Metasploit Basics - Foren-Ken/tech-journal GitHub Wiki
What is Metasploit?
Metasploit is a large collection of exploits categorized and documented to allow penetration tester (or really anyone in fact) test different exploits on a host.
How to use Metasploit?
Information gathering is key to enabling the best usage of metasploit. Metasploit is like a big library, and without the author's name it will be difficult to discover which book to use. Once some information about services and modules are discovered, start searching for old/not maintained. Once discovered, use the following command to aid in searching for the exploit:
`/usr/share/metasploit-framework/modules | grep -e "[relevant keyword]" -e "[another relevant keyword]..."
This command should aid in discovering some exploits cataloged in Metasploit.
When an exploit is discovered, its time to start the metasploit console with the command msfconsole.
From the console, type in use then the path of the exploit from /usr/share/metasploit-framework/modules. I am using another module as an example, but likely mine will not be the one used.
If everything worked properly, the text should have turned red.
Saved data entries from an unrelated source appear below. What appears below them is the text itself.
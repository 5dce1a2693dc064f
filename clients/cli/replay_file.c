/* SPDX-License-Identifier: GPL-3.0-or-later */
/* Files of recorded questions; see replay_file.h. Every member is checked before anything is asked:
 * a file written by hand deserves to be told what is wrong, with its line. */
#include "replay_file.h"

#include <math.h>
#include <stdlib.h>
#include <string.h>

/* Questions that may be asked again: they answer at once and change nothing. */
static const char *const POST_QUESTIONS[] = {"inverse", "forward",     "jacobian",   "margin",
                                             "reach",   "path",        "free-travel",
                                             "consistency"};
static const char *const GET_QUESTIONS[] = {"margin", "reach", "modes", "difference"};

static bool blame(lwc_text *why, size_t line, const char *what)
{
    lwc_text_printf(why, "line %zu: %s", line, what);
    return false;
}

/* Next line that is not blank; false at the end. */
static bool next_line(lwc_replay *replay, const char **text, size_t *len)
{
    while (replay->at < replay->len) {
        const char *start = replay->data + replay->at;
        const char *end = memchr(start, '\n', replay->len - replay->at);
        size_t n = end != NULL ? (size_t)(end - start) : replay->len - replay->at;
        replay->at += n + (end != NULL);
        replay->line++;
        while (n > 0 && (start[n - 1] == '\r' || start[n - 1] == ' ' || start[n - 1] == '\t')) {
            n--;
        }
        if (n > 0) {
            *text = start;
            *len = n;
            return true;
        }
    }
    return false;
}

static cJSON *parse_line(size_t line, const char *text, size_t len, lwc_text *why)
{
    lwc_json_fault fault;
    cJSON *tree = lwc_json_parse(text, len, &fault);
    if (tree == NULL) {
        lwc_text_printf(why, "line %zu, column %zu: %s", line, fault.column, fault.what);
    } else if (!cJSON_IsObject(tree)) {
        (void)blame(why, line, "expected one JSON object on each line");
        cJSON_Delete(tree);
        tree = NULL;
    }
    return tree;
}

/* "line 3: /tolerance/length: expected ..." */
static bool blame_at(lwc_text *why, size_t line, const char *group, const char *name,
                     const char *what)
{
    lwc_text pointer = {0};
    lwc_pointer_add(&pointer, group);
    if (name != NULL) {
        lwc_pointer_add(&pointer, name);
    }
    lwc_text_printf(why, "line %zu: ", line);
    lwc_text_safe(why, pointer.data, pointer.len);
    lwc_text_printf(why, ": %s", what);
    lwc_text_clear(&pointer);
    return false;
}

static bool is_tolerance(const cJSON *item)
{
    return cJSON_IsNumber(item) && item->valuedouble >= 0.0;
}

/* The members a head and a question share. */
static bool check_rules(const cJSON *tree, size_t line, lwc_text *why)
{
    static const char *const LISTS[] = {"check", "ignore"};
    const cJSON *tolerance = lwc_json_get(tree, "tolerance");
    const cJSON *at = lwc_json_get(tree, "at");
    const cJSON *item = NULL;
    if ((tolerance != NULL && !cJSON_IsObject(tolerance)) || (at != NULL && !cJSON_IsObject(at))) {
        return blame(why, line, "\"tolerance\" and \"at\" are objects of numbers");
    }
    cJSON_ArrayForEach(item, tolerance)
    {
        lwc_unit_kind kind;
        if (!lwc_unit_kind_find(&kind, item->string)) {
            return blame_at(why, line, "tolerance", item->string,
                            "expected length_mm, angle_deg, ratio or reading");
        }
        if (!is_tolerance(item)) {
            return blame_at(why, line, "tolerance", item->string,
                            "expected a number that is not negative");
        }
    }
    cJSON_ArrayForEach(item, at)
    {
        if (item->string[0] != '/') {
            return blame_at(why, line, "at", item->string,
                            "expected a pointer such as /solutions/*/drives/m1");
        }
        if (!is_tolerance(item)) {
            return blame_at(why, line, "at", item->string,
                            "expected a number that is not negative");
        }
    }
    for (size_t i = 0; i < 2; i++) {
        const cJSON *list = lwc_json_get(tree, LISTS[i]);
        bool ok = list == NULL || cJSON_IsArray(list);
        cJSON_ArrayForEach(item, list)
        {
            ok = ok && cJSON_IsString(item);
        }
        if (!ok) {
            return blame_at(why, line, LISTS[i], NULL, "expected an array of member names");
        }
    }
    return true;
}

static bool check_names(const cJSON *tree, const char *const *known, size_t count, size_t line,
                        lwc_text *why)
{
    const cJSON *item = NULL;
    cJSON_ArrayForEach(item, tree)
    {
        bool found = false;
        for (size_t i = 0; i < count; i++) {
            found = found || strcmp(item->string, known[i]) == 0;
        }
        if (!found) {
            return blame_at(why, line, item->string, NULL,
                            lwc_starts(item->string, "expect") ? "unknown member; it is \"expect\""
                                                               : "unknown member");
        }
    }
    return true;
}

bool lwc_replay_open(lwc_replay *replay, const char *data, size_t len, lwc_text *why)
{
    static const char *const KNOWN[] = {"format", "title", "tolerance", "at", "check", "ignore"};
    *replay = (lwc_replay){.data = data, .len = len};
    const char *text = NULL;
    size_t n = 0;
    if (!next_line(replay, &text, &n)) {
        lwc_text_puts(why, "the file is empty; its first line should be "
                           "{\"format\":\"" LWC_REPLAY_FORMAT "\"}");
        return false;
    }
    replay->head = parse_line(replay->line, text, n, why);
    if (replay->head == NULL) {
        return false;
    }
    const char *format = lwc_json_string(replay->head, "format");
    if (format == NULL || strcmp(format, LWC_REPLAY_FORMAT) != 0) {
        return blame(why, replay->line,
                     "expected the head {\"format\":\"" LWC_REPLAY_FORMAT "\"}");
    }
    return check_names(replay->head, KNOWN, sizeof KNOWN / sizeof KNOWN[0], replay->line, why) &&
           check_rules(replay->head, replay->line, why);
}

void lwc_replay_close(lwc_replay *replay)
{
    cJSON_Delete(replay->head);
    replay->head = NULL;
}

static bool is_one_of(const char *word, size_t len, const char *const *list, size_t count)
{
    for (size_t i = 0; i < count; i++) {
        if (strlen(list[i]) == len && memcmp(list[i], word, len) == 0) {
            return true;
        }
    }
    return false;
}

/* "/v1/mechanisms/NAME/QUESTION", for GET with a query or "/revisions/N/report" as well. */
static bool is_question_path(const char *path, bool get)
{
    static const char PREFIX[] = "/v1/mechanisms/";
    if (!lwc_starts(path, PREFIX) || strlen(path) > LWC_REPLAY_PATH_MAX) {
        return false;
    }
    for (const char *p = path; *p != '\0'; p++) {
        if (*p <= 0x20 || *p >= 0x7f || strchr("#\\\"<>", *p) != NULL) {
            return false;
        }
    }
    const char *name = path + strlen(PREFIX);
    size_t name_len = strcspn(name, "/?");
    if (!lwc_is_name(name, name_len, false) || name[name_len] != '/') {
        return false;
    }
    const char *word = name + name_len + 1;
    size_t len = strcspn(word, "?");
    if (!get) {
        return word[len] == '\0' &&
               is_one_of(word, len, POST_QUESTIONS,
                         sizeof POST_QUESTIONS / sizeof POST_QUESTIONS[0]);
    }
    if (is_one_of(word, len, GET_QUESTIONS, sizeof GET_QUESTIONS / sizeof GET_QUESTIONS[0])) {
        return true;
    }
    size_t digits = lwc_starts(word, "revisions/") ? strspn(word + 10, "0123456789") : 0;
    return digits > 0 && strcmp(word + 10 + digits, "/report") == 0;
}

static bool check_entry(lwc_replay_entry *entry, lwc_text *why)
{
    static const char *const KNOWN[] = {"method", "path",  "body",   "status", "expect",
                                        "note",   "tolerance", "at", "check",  "ignore"};
    const cJSON *tree = entry->tree;
    if (!check_names(tree, KNOWN, sizeof KNOWN / sizeof KNOWN[0], entry->line, why)) {
        return false;
    }
    entry->method = lwc_json_string(tree, "method");
    entry->path = lwc_json_string(tree, "path");
    entry->body = lwc_json_get(tree, "body");
    entry->expect = lwc_json_get(tree, "expect");
    entry->note = lwc_json_string(tree, "note");
    bool get = entry->method != NULL && strcmp(entry->method, "GET") == 0;
    if (!get && (entry->method == NULL || strcmp(entry->method, "POST") != 0)) {
        return blame_at(why, entry->line, "method", NULL, "expected \"POST\" or \"GET\"");
    }
    if (entry->path == NULL || !is_question_path(entry->path, get)) {
        return blame_at(why, entry->line, "path", NULL,
                        "expected a question such as /v1/mechanisms/NAME/inverse (a replay asks, "
                        "it never changes anything)");
    }
    if (get ? entry->body != NULL : !cJSON_IsObject(entry->body)) {
        return blame_at(why, entry->line, "body", NULL,
                        get ? "GET has no body" : "expected the question, an object");
    }
    if (!cJSON_IsObject(entry->expect) && !cJSON_IsArray(entry->expect)) {
        return blame_at(why, entry->line, "expect", NULL, "expected the answer, or a part of it");
    }
    double status = 200.0;
    const cJSON *item = lwc_json_get(tree, "status");
    if (item != NULL && (!lwc_json_number(tree, "status", &status) || status < 200.0 ||
                         status > 599.0 || floor(status) < status)) {
        return blame_at(why, entry->line, "status", NULL, "expected an HTTP status, 200 to 599");
    }
    entry->status = (long)status;
    if (lwc_json_get(tree, "note") != NULL && entry->note == NULL) {
        return blame_at(why, entry->line, "note", NULL, "expected a text");
    }
    return check_rules(tree, entry->line, why);
}

int lwc_replay_next(lwc_replay *replay, lwc_replay_entry *entry, lwc_text *why)
{
    *entry = (lwc_replay_entry){0};
    if (!next_line(replay, &entry->text, &entry->text_len)) {
        return 0;
    }
    entry->line = replay->line;
    entry->tree = parse_line(entry->line, entry->text, entry->text_len, why);
    if (entry->tree == NULL || !check_entry(entry, why)) {
        lwc_replay_entry_clear(entry);
        return -1;
    }
    return 1;
}

void lwc_replay_entry_clear(lwc_replay_entry *entry)
{
    cJSON_Delete(entry->tree);
    *entry = (lwc_replay_entry){0};
}

bool lwc_replay_tolerance(lwc_tolerance *tolerance, const char *list, lwc_text *why)
{
    const char *p = list;
    while (*p != '\0') {
        char part[64];
        size_t len = strcspn(p, ",");
        char *equals = NULL;
        double value = 0.0;
        lwc_unit_kind kind;
        if (len < sizeof part) {
            memcpy(part, p, len);
            part[len] = '\0';
            equals = strchr(part, '=');
        }
        if (equals != NULL) {
            *equals = '\0';
        }
        if (equals == NULL || !lwc_unit_kind_find(&kind, part) ||
            !lwc_read_number(equals + 1, &value) || value < 0.0) {
            lwc_text_printf(why, "\"%s\": expected length_mm=V,angle_deg=V,ratio=V,reading=V, any "
                                 "of them",
                            list);
            return false;
        }
        tolerance->by_kind[kind] = value;
        p += len;
        p += *p == ',';
    }
    return true;
}

void lwc_replay_rules(lwc_compare_rules *out, const lwc_replay *replay,
                      const lwc_replay_entry *entry, const char *tolerance)
{
    *out = (lwc_compare_rules){.tolerance = LWC_TOLERANCE_DEFAULT,
                               .source = {entry->tree, replay->head}};
    for (size_t i = 2; i-- > 0;) {
        const cJSON *item = NULL;
        cJSON_ArrayForEach(item, lwc_json_get(out->source[i], "tolerance"))
        {
            lwc_unit_kind kind;
            if (lwc_unit_kind_find(&kind, item->string)) {
                out->tolerance.by_kind[kind] = item->valuedouble;
            }
        }
    }
    if (tolerance != NULL) {
        lwc_text ignored = {0};
        (void)lwc_replay_tolerance(&out->tolerance, tolerance, &ignored);
        lwc_text_clear(&ignored);
    }
}

void lwc_replay_path(lwc_text *out, const lwc_replay_entry *entry, const char *mechanism,
                     long revision)
{
    const char *name = entry->path + strlen("/v1/mechanisms/");
    const char *rest = name + strcspn(name, "/");
    lwc_text_puts(out, "/v1/mechanisms/");
    if (mechanism != NULL) {
        lwc_text_puts(out, mechanism);
    } else {
        lwc_text_add(out, name, (size_t)(rest - name));
    }
    const char *query = strchr(rest, '?');
    if (revision == 0 || entry->body != NULL || lwc_starts(rest, "/difference")) {
        lwc_text_puts(out, rest);
        return;
    }
    if (lwc_starts(rest, "/revisions/")) {
        lwc_text_printf(out, "/revisions/%ld/report", revision);
        return;
    }
    lwc_text_add(out, rest, query != NULL ? (size_t)(query - rest) : strlen(rest));
    lwc_text_printf(out, "?revision=%ld", revision);
    while (query != NULL && *query != '\0') {
        query++; /* past '?' or '&' */
        size_t len = strcspn(query, "&");
        if (len > 0 && !lwc_starts(query, "revision=") && !lwc_starts(query, "expect=")) {
            lwc_text_putc(out, '&');
            lwc_text_add(out, query, len);
        }
        query += len;
    }
}

cJSON *lwc_replay_body(const lwc_replay_entry *entry, long revision)
{
    if (entry->body == NULL) {
        return NULL;
    }
    cJSON *body = lwc_json_copy(entry->body);
    if (revision > 0) {
        cJSON *member = NULL;
        cJSON_ArrayForEach(member, lwc_json_get(body, "batch"))
        {
            lwc_json_drop(member, "revision");
            lwc_json_drop(member, "expect");
        }
        lwc_json_drop(body, "revision");
        lwc_json_drop(body, "expect");
        lwc_json_put_number(body, "revision", (double)revision);
    }
    return body;
}

void lwc_replay_write_head(lwc_text *out)
{
    lwc_text_puts(out, "{\"format\":\"" LWC_REPLAY_FORMAT "\"}\n");
}

void lwc_replay_write(lwc_text *out, const char *path, const cJSON *body, long status,
                      const cJSON *answer)
{
    lwc_text_puts(out, "{\"method\":\"POST\",\"path\":");
    lwc_json_write_string(out, path);
    lwc_text_puts(out, ",\"body\":");
    lwc_json_write(out, body);
    lwc_text_printf(out, ",\"status\":%ld,\"expect\":", status);
    lwc_json_write(out, answer);
    lwc_text_puts(out, "}\n");
}

void lwc_replay_rewrite(lwc_text *out, const lwc_replay_entry *entry, long status,
                        const cJSON *expect)
{
    const cJSON *member = NULL;
    bool has_status = lwc_json_get(entry->tree, "status") != NULL;
    lwc_text_putc(out, '{');
    cJSON_ArrayForEach(member, entry->tree)
    {
        if (member != entry->tree->child) {
            lwc_text_putc(out, ',');
        }
        bool is_expect = strcmp(member->string, "expect") == 0;
        if (is_expect && !has_status && status != entry->status) {
            lwc_text_printf(out, "\"status\":%ld,", status);
        }
        lwc_json_write_string(out, member->string);
        lwc_text_putc(out, ':');
        if (is_expect) {
            lwc_json_write(out, expect);
        } else if (strcmp(member->string, "status") == 0) {
            lwc_text_printf(out, "%ld", status);
        } else {
            lwc_json_write(out, member);
        }
    }
    lwc_text_puts(out, "}\n");
}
If this is so, type options to see the variables for the exploit to rearrange.
To change each option, the syntax set [option name] [value]
Once every desired option has been changed, the command exploit can be used. Notice the session number.
The following commands can be used:
| Command | Usage |
|---|---|
| session [session number] | Selects a session to be active |
| getuid | Gets the username of the session |
| shell | Allows the creation of the shell to be used |
Metasploit Example:
On the following system named "Nancurinir" I had discovered the following from active recon:
- The server uses phpMyAdmin with the username "gandalf" and the password "shallnotpass"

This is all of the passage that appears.